The Prevention Centre’s Synthesis Capacity aims to synthesise and make readily available what is known about the prevention of lifestyle-related conditions to support evidence-informed policy and practice.

The Capacity is developing and testing tools and methods that will help decision makers systematically combine local experience and contextual information with expert knowledge and published evidence when addressing complex problems.

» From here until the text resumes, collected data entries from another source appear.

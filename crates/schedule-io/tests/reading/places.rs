//! Subjects are turned into places: the cell, else the row, else words.

use design_engine::floor::Side;
use design_engine::query::{Query, Severity, Subject};
use schedule_io::book::Book;

use crate::support::{C, S, file, folder, read, workbook};

fn csv_book() -> Book {
    let (_dir, path) = folder(&[
        ("criteria.csv", b"Item,Value\nThickness (mm),175\n"),
        ("gridlines.csv", b"Gridline,Axis,Position\nA,X,0\nB,X,5\n1,Y,0\n2,Y,6\n"),
        (
            "panels.csv",
            b"Title\n\nPanel,X from,X to,Y from,Y to,Imposed (kN/m2),East edge\n\nS1,A,B,1,2,2,free\n",
        ),
        ("loose_panels.csv", b"Panel,Short span,Long span,Long edge 2\nR1,3,4,continuous\n"),
        ("joints.csv", b"Gridline\n\nA\n,\nB\n"),
    ]);
    read(&path).book.unwrap()
}

fn panel(mark: &str, column: Option<&'static str>) -> Subject {
    Subject::Panel { mark: mark.to_owned(), column }
}

#[test]
fn a_subject_is_named_by_its_place_or_else_in_words() {
    let book = csv_book();
    let edge = |mark: &str, side| Subject::Edge { mark: mark.to_owned(), side };
    for (subject, expected) in [
        (panel("S1", None), "panels.csv row 5: "),
        (panel("S1", Some("Imposed")), "panels.csv row 5, Imposed (kN/m2): "),
        (panel("S1", Some("Thickness")), "panels.csv row 5: "),
        (panel("S9", None), "panel S9: "),
        (panel("S9", Some("Thickness")), "panel S9, Thickness: "),
        (edge("S1", Side::East), "panels.csv row 5, East edge: "),
        (edge("S1", Side::North), "panels.csv row 5: "),
        (edge("R1", Side::East), "loose_panels.csv row 2, Long edge 2: "),
        (edge("R1", Side::West), "loose_panels.csv row 2: "),
        (edge("S9", Side::West), "panel S9, west edge: "),
        (Subject::Setting("Thickness"), "criteria.csv row 2, Thickness (mm): "),
        (Subject::Setting("Imposed"), "Imposed: "),
        (Subject::Gridline("2".to_owned()), "gridlines.csv row 5: "),
        (Subject::Gridline("Q".to_owned()), "gridline Q: "),
        (Subject::Row { sheet: "Joints", index: 1 }, "joints.csv row 5: "),
        (Subject::Row { sheet: "Openings", index: 1 }, "Openings, entry 2: "),
        (Subject::Support("B/1-2".to_owned()), "support B/1-2: "),
        (Subject::Floor, ""),
    ] {
        let placed = book.placed(Query::new(Severity::Warning, subject.clone(), "look at it", "do so"));
        assert_eq!(placed.to_string(), format!("warning: {expected}look at it; do so"), "{subject:?}");
        assert_eq!(placed.place, book.places.place(&subject));
    }
    let placed = book.placed(Query::new(Severity::Note, Subject::Floor, "nothing to do", ""));
    assert_eq!(placed.to_string(), "note: nothing to do");
}

#[test]
fn a_place_in_a_workbook_names_sheet_and_cell() {
    let mut heading = vec![C::No; 26];
    heading.extend(["Panel", "Short span (m)", "Long span (m)", "Short edge 1"].map(C::T));
    let mut row = vec![C::No; 26];
    row.extend([C::T("R1"), C::N(3.0), C::N(4.0), C::T("free")]);
    let (_dir, path) = file("book.xlsx", &workbook(&[S::new("Loose Panels", &[&[], &heading, &row])]));
    let book = read(&path).book.unwrap();
    let shown = |subject| book.places.place(&subject).unwrap().to_string();
    assert_eq!(
        shown(panel("R1", Some("Long span"))),
        "book.xlsx, sheet Loose Panels, cell AC3, Long span (m)"
    );
    assert_eq!(shown(panel("R1", None)), "book.xlsx, sheet Loose Panels, row 3");
    let south = Subject::Edge { mark: "R1".to_owned(), side: Side::South };
    assert_eq!(shown(south), "book.xlsx, sheet Loose Panels, cell AD3, Short edge 1");
    assert_eq!(book.name, "book.xlsx");
}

The main focus is on dynamic simulation modelling, which brings together diverse evidence sources and uses a participatory approach to develop advanced computer models that can forecast the impact of various policy interventions.

The Synthesis Capacity’s work aims to support the Prevention Centre to build consensus on strategies for preventing lifestyle-related chronic disease in Australia.

Capacity Head

Capacity Lead, Evidence Synthesis and Simulation for Policy

Capacity team

  • Jacqueline Davison, Prevention Centre
  • Louise Freebairn, Prevention Centre, ACT Health
  • Dr Geoff McDonnell, Prevention Centre, Adaptive Care Systems
  • Dylan Knowles, Prevention Centre, Minus Fifty Software
  • Dr Ante Prodan, Prevention Centre, Western Sydney University
  • Allen McLean, Prevention Centre, University of Saskatchewan
  • Mark Heffernan, Prevention Centre, Dynamic Operations
  • Professor Nate Osgood, Prevention Centre, University of Saskatchewan

Dynamic simulation modelling

The Prevention Centre is pioneering the use of dynamic simulation modelling to provide policy makers with a unique ‘what if’ tool to test the likely impact of a range of possible solutions before implementing them in the real world.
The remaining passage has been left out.